To explore the nature of wave motion and the Fourier Transform we can use audio files and R packages that create, read, and manipuate audio files (.wav).
packages:
fftw
TuneR
Below we used R to generate representations of sound. The graphs are of sound waves of different frequency, as might be detected by a microphone: the plots are amplitude of sound versus time.
library(tuneR,fftw)
Wobj1 <- 0.75*sine(880) # here is unit = freq not degree in radians
tdir <- tempdir()
tfile <- file.path(tdir, "myWave.wav")
writeWave(Wobj1, filename = tfile)
sdat1 <- tuneR::readWave(tfile)
Wobj2 <- 1.0*sine(4400) # here is unit = freq not degree in radians
tdir <- tempdir()
tfile2 <- file.path(tdir, "myWave2.wav")
writeWave(Wobj2, filename = tfile2)
sdat2 <- tuneR::readWave(tfile2)
Wobj3 <- 0.5*sine(2000) # here is unit = freq not degree in radians
tdir <- tempdir()
tfile3 <- file.path(tdir, "myWave3.wav")
writeWave(Wobj3, filename = tfile3)
sdat3 <- tuneR::readWave(tfile3)
sdat3##
## Wave Object
## Number of Samples: 44100
## Duration (seconds): 1
## Samplingrate (Hertz): 44100
## Channels (Mono/Stereo): Mono
## PCM (integer format): FALSE
## Bit (8/16/24/32/64): 32 N <- 44100
x <- seq(1,44100,1)
w1 <- sdat1@left
w2 <- sdat2@left
w3 <- sdat3@left
wt <- w1 + w2 + w3
times <- x/44100 # same as freq because t = 1 sec
length(times)## [1] 44100 # Now we set up a plotting environment of two rows and three columns (in order to hold six graphs), using par(mfrow())
par(mfrow=c(2,2))
plot(times,w1,type="l",xlab="Time/sec",ylab="Amplitude",xlim=c(0,0.01))

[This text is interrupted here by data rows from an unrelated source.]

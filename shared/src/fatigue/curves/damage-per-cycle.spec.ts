import fc from 'fast-check';
import { describe, expect, it } from 'vitest';
import type { Curve } from './curve.js';
import { cyclesToFailure } from './cycles-to-failure.js';
import { damagePerCycle } from './damage-per-cycle.js';

describe('damage per cycle', () => {
  it('is the inverse of the cycles to failure, for whole and broken slopes, at knees and below a cut-off', () => {
    const slope = fc.oneof(fc.constantFrom(3, 4, 5, 6, 9), fc.double({ min: 1, max: 14, noNaN: true }));
    fc.assert(
      fc.property(
        slope,
        slope,
        fc.double({ min: -2, max: 18, noNaN: true }),
        fc.double({ min: 1, max: 300, noNaN: true }),
        fc.constantFrom(0, 0.25),
        fc.double({ min: 0, max: 1000, noNaN: true }),
        (m1, m2, log10a, knee, cutOffShare, range) => {
          const curve: Curve = {
            segments: [
              { above: knee, m: m1, log10a },
              { above: knee * cutOffShare, m: m2, log10a: log10a + 1 },
            ],
          };
          const damageOf = damagePerCycle(curve);
          for (const at of [range, knee, knee * cutOffShare, knee * cutOffShare * 0.999]) {
            const expected = 1 / cyclesToFailure(curve, at);
            // Near the smallest doubles digits are lost; there both must be as good as nothing.
            if (expected < 1e-300) expect(damageOf(at)).toBeLessThan(1e-299);
            else expect(Math.abs(damageOf(at) / expected - 1)).toBeLessThan(1e-12);
          }
        },
      ),
    );
  });

  it('keeps its sense at the edges', () => {
    const damageOf = damagePerCycle({ segments: [{ above: 0, m: 3, log10a: 320 }] });
    // 1e10^3 / 1e320 = 1e-290, though 1e320 itself is beyond a double.
    expect(Math.abs(damageOf(1e10) / 1e-290 - 1)).toBeLessThan(1e-9);
    expect(damageOf(0)).toBe(0);
    expect(damageOf(Infinity)).toBe(Infinity);
    expect(() => damageOf(NaN)).toThrow(RangeError);
    expect(() => damageOf(-1)).toThrow(RangeError);
  });
});
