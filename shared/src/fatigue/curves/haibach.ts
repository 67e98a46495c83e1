import type { Curve } from './curve.js';

/**
 * A one-slope curve with Haibach's branch below its knee: slope 2m - 1 instead of an endless life, continuous at the
 * knee. m 3 becomes 5, 4 becomes 7, 5 becomes 9.
 *
 * @param m slope above the knee, above 1
 * @param log10a intercept above the knee
 * @param kneeRangeValue range at the knee, in the measure of the curve
 * @throws RangeError for a slope not above 1 or a knee not above zero
 * Source: Haibach 1970 (from memory).
 */
export function haibach(m: number, log10a: number, kneeRangeValue: number): Curve {
  if (!(m > 1)) throw new RangeError(`Haibach's branch needs a slope above 1, not ${m}.`);
  if (!(kneeRangeValue > 0)) throw new RangeError(`The knee must be above zero, not ${kneeRangeValue}.`);
  const lowerM = 2 * m - 1;
  return {
    segments: [
      { above: kneeRangeValue, m, log10a },
      { above: 0, m: lowerM, log10a: log10a + (lowerM - m) * Math.log10(kneeRangeValue) },
    ],
  };
}
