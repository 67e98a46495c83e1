import { gammaln } from 'simple-statistics';
import type { Curve } from '../curves/curve.js';
import { CompensatedSum } from '../damage/compensated-sum.js';
import { lowerRegularisedGamma, upperRegularisedGamma } from './regularised-gamma.js';

/** Load ranges that follow a Weibull distribution: the chance of a range above s is exp(-(s / scale)^shape). */
export interface WeibullRanges {
  cycles: number;
  /** In the measure of the curve. */
  scale: number;
  shape: number;
}

/**
 * Scale of Weibull ranges from the range exceeded once in so many cycles: largest / (ln cycles)^(1 / shape).
 *
 * @param largest range exceeded once, in the measure of the curve
 * @param cycles above 1
 * @param shape above zero
 */
export function weibullScale(largest: number, cycles: number, shape: number): number {
  return largest / Math.log(cycles) ** (1 / shape);
}

/**
 * Damage of Weibull-distributed ranges on a curve of any number of segments, in closed form: per segment
 * cycles * scale^m / a * (incomplete gamma of 1 + m / shape between the segment's bounds).
 *
 * @throws RangeError for a scale or shape that is not above zero
 * Source: closed form of DNV-RP-C203 (from memory), written for any number of segments.
 */
export function weibullDamage(ranges: WeibullRanges, curve: Curve): number {
  const { cycles, scale, shape } = ranges;
  if (!(scale > 0 && shape > 0))
    throw new RangeError('Scale and shape of Weibull ranges must be above zero.');
  const sum = new CompensatedSum();
  let upper = Infinity;
  for (const { above, m, log10a } of curve.segments) {
    const order = 1 + m / shape;
    const share = gammaBetween(order, (above / scale) ** shape, (upper / scale) ** shape);
    sum.add(cycles * Math.exp(m * Math.log(scale) - log10a * Math.LN10 + gammaln(order)) * share);
    upper = above;
  }
  return sum.value;
}

/** Share of the gamma distribution between two bounds, taken from the side that loses no digits. */
function gammaBetween(order: number, from: number, to: number): number {
  return from > order
    ? upperRegularisedGamma(order, from) - upperRegularisedGamma(order, to)
    : lowerRegularisedGamma(order, to) - lowerRegularisedGamma(order, from);
}
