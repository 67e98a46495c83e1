import { type RandomSource, seededRandom } from './seeded-random.js';

/** Gives an independent, repeatable source of random numbers for every name. */
export type RandomStreams = (name: string) => RandomSource;

/**
 * Named sources of random numbers from one seed. Whatever is drawn under one name does not depend on what else is
 * drawn, so that fitting a further part never moves the date of another.
 *
 * @param seed whole number; stored with every result it made
 * Source: the name is hashed by FNV-1a, 32 bits (Fowler, Noll and Vo, from memory) and mixed with the seed.
 */
export function randomStreams(seed: number): RandomStreams {
  return (name) => {
    let hash = 0x811c9dc5;
    for (let i = 0; i < name.length; i++) {
      const unit = name.charCodeAt(i);
      hash = Math.imul(hash ^ (unit & 0xff), 0x01000193);
      hash = Math.imul(hash ^ (unit >>> 8), 0x01000193);
    }
    return seededRandom(hash ^ Math.imul(seed, 0x9e3779b1));
  };
}
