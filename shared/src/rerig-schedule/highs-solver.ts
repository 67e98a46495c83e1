import type {
  MixedIntegerProgram,
  OpenProgram,
  ProgramSolution,
  ProgramSolver,
  SolveLimits,
} from './mixed-integer-program.js';

/** The calls of a loaded HiGHS runtime (npm `highs`) that are made here; the package itself stays with the caller. */
export interface HighsRuntime {
  readonly constants: {
    readonly variableType: { readonly continuous: number; readonly integer: number };
    readonly modelStatus: Record<'optimal' | 'infeasible' | 'unboundedOrInfeasible' | 'timeLimit', number>;
  };
  createModel(): HighsModel;
}

/** One model inside the runtime; its memory is freed only by `dispose`. */
export interface HighsModel {
  readonly options: { set(options: Record<string, boolean | number | string>): unknown };
  readonly info: { get(name: string): number | bigint };
  passModel(model: {
    numCols: number;
    numRows: number;
    colCost: Float64Array;
    colLower: Float64Array;
    colUpper: Float64Array;
    rowLower: Float64Array;
    rowUpper: Float64Array;
    matrix: {
      format: 'csr';
      numCols: number;
      numRows: number;
      starts: Int32Array;
      indices: Int32Array;
      values: Float64Array;
    };
    integrality?: Int32Array;
  }): unknown;
  changeColsCost(selection: { kind: 'range'; from: number; to: number }, costs: Float64Array): unknown;
  setSolution(solution: { colValue: Float64Array }): unknown;
  run(): unknown;
  getModelStatus(): number;
  getSolution(): { readonly colValue: Float64Array; readonly rowDual: Float64Array };
  dispose(): void;
}

/**
 * The HiGHS solver (MIT licence, WebAssembly build, one thread) behind {@link ProgramSolver}.
 *
 * @param highs the loaded runtime; loading is the caller's, for it differs between Node and a browser
 */
export function highsSolver(highs: HighsRuntime): ProgramSolver {
  return {
    solve: (program, limits) => {
      const model = highs.createModel();
      try {
        return solved(highs, model, program, limits);
      } finally {
        model.dispose();
      }
    },
    openRelaxed: (program) => openRelaxed(highs, program),
  };
}

function openRelaxed(highs: HighsRuntime, program: MixedIntegerProgram): OpenProgram {
  const model = highs.createModel();
  // Presolve would throw away the basis that makes the next solve short.
  model.options.set({ output_flag: false, presolve: 'off' });
  passProgram(highs, model, program, false);
  return {
    solve: (costs) => {
      model.changeColsCost({ kind: 'range', from: 0, to: costs.length - 1 }, costs);
      model.run();
      if (model.getModelStatus() !== highs.constants.modelStatus.optimal) return null;
      return {
        objective: Number(model.info.get('objective_function_value')),
        values: model.getSolution().colValue,
      };
    },
    close: () => model.dispose(),
  };
}

function passProgram(
  highs: HighsRuntime,
  model: HighsModel,
  program: MixedIntegerProgram,
  hasWhole: boolean,
): void {
  const { variableType } = highs.constants;
  const numCols = program.costs.length;
  const numRows = program.rowLowers.length;
  model.passModel({
    numCols,
    numRows,
    colCost: program.costs,
    colLower: program.lowers,
    colUpper: program.uppers,
    rowLower: program.rowLowers,
    rowUpper: program.rowUppers,
    matrix: {
      format: 'csr',
      numCols,
      numRows,
      starts: program.rowStarts,
      indices: program.columnIndices,
      values: program.coefficients,
    },
    ...(hasWhole
      ? {
          integrality: Int32Array.from(program.whole, (whole) =>
            whole ? variableType.integer : variableType.continuous,
          ),
        }
      : {}),
  });
}

function solved(
  highs: HighsRuntime,
  model: HighsModel,
  program: MixedIntegerProgram,
  limits: SolveLimits,
): ProgramSolution {
  const { modelStatus } = highs.constants;
  const hasWhole = program.whole.includes(1);
  model.options.set({
    output_flag: false,
    time_limit: limits.timeLimitS,
    mip_rel_gap: limits.relativeGap,
    mip_abs_gap: 1e-6,
  });
  passProgram(highs, model, program, hasWhole);
  if (limits.start !== undefined) model.setSolution({ colValue: limits.start });
  model.run();
  const status = model.getModelStatus();
  if (status === modelStatus.infeasible || status === modelStatus.unboundedOrInfeasible) {
    return { status: 'infeasible', values: null, objective: Infinity, bound: Infinity, rowDuals: null };
  }
  const found = model.info.get('primal_solution_status') === 2;
  const objective = found ? Number(model.info.get('objective_function_value')) : Infinity;
  const optimal = status === modelStatus.optimal;
  const dualBound = hasWhole ? Number(model.info.get('mip_dual_bound')) : optimal ? objective : -Infinity;
  const solution = found ? model.getSolution() : null;
  return {
    status: optimal && found ? 'solved' : status === modelStatus.timeLimit ? 'stopped' : 'failed',
    values: solution?.colValue ?? null,
    objective,
    bound: Math.min(dualBound, objective),
    rowDuals: hasWhole ? null : (solution?.rowDual ?? null),
  };
}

plot(times,w2,type="l",xlab="Time/sec",ylab="Amplitude",xlim=c(0,0.01))
plot(times,w3,type="l",xlab="Time/sec",ylab="Amplitude",xlim=c(0,0.01))
plot(times,wt,type="l",xlab="Time/sec",ylab="Amplitude",xlim=c(0,0.01))
Questions
Consider the first graph. Imagine you are the microphone, and you measure amplitude by raising and lowering your hand. Demonstrate.
According to the graph estimate how long does it take to go up and down once?
How many times will it go up and down in one second? This is the frequency.
Sound amplitude is related to compression of air. Sketch what compression of air might look like as a function of distance.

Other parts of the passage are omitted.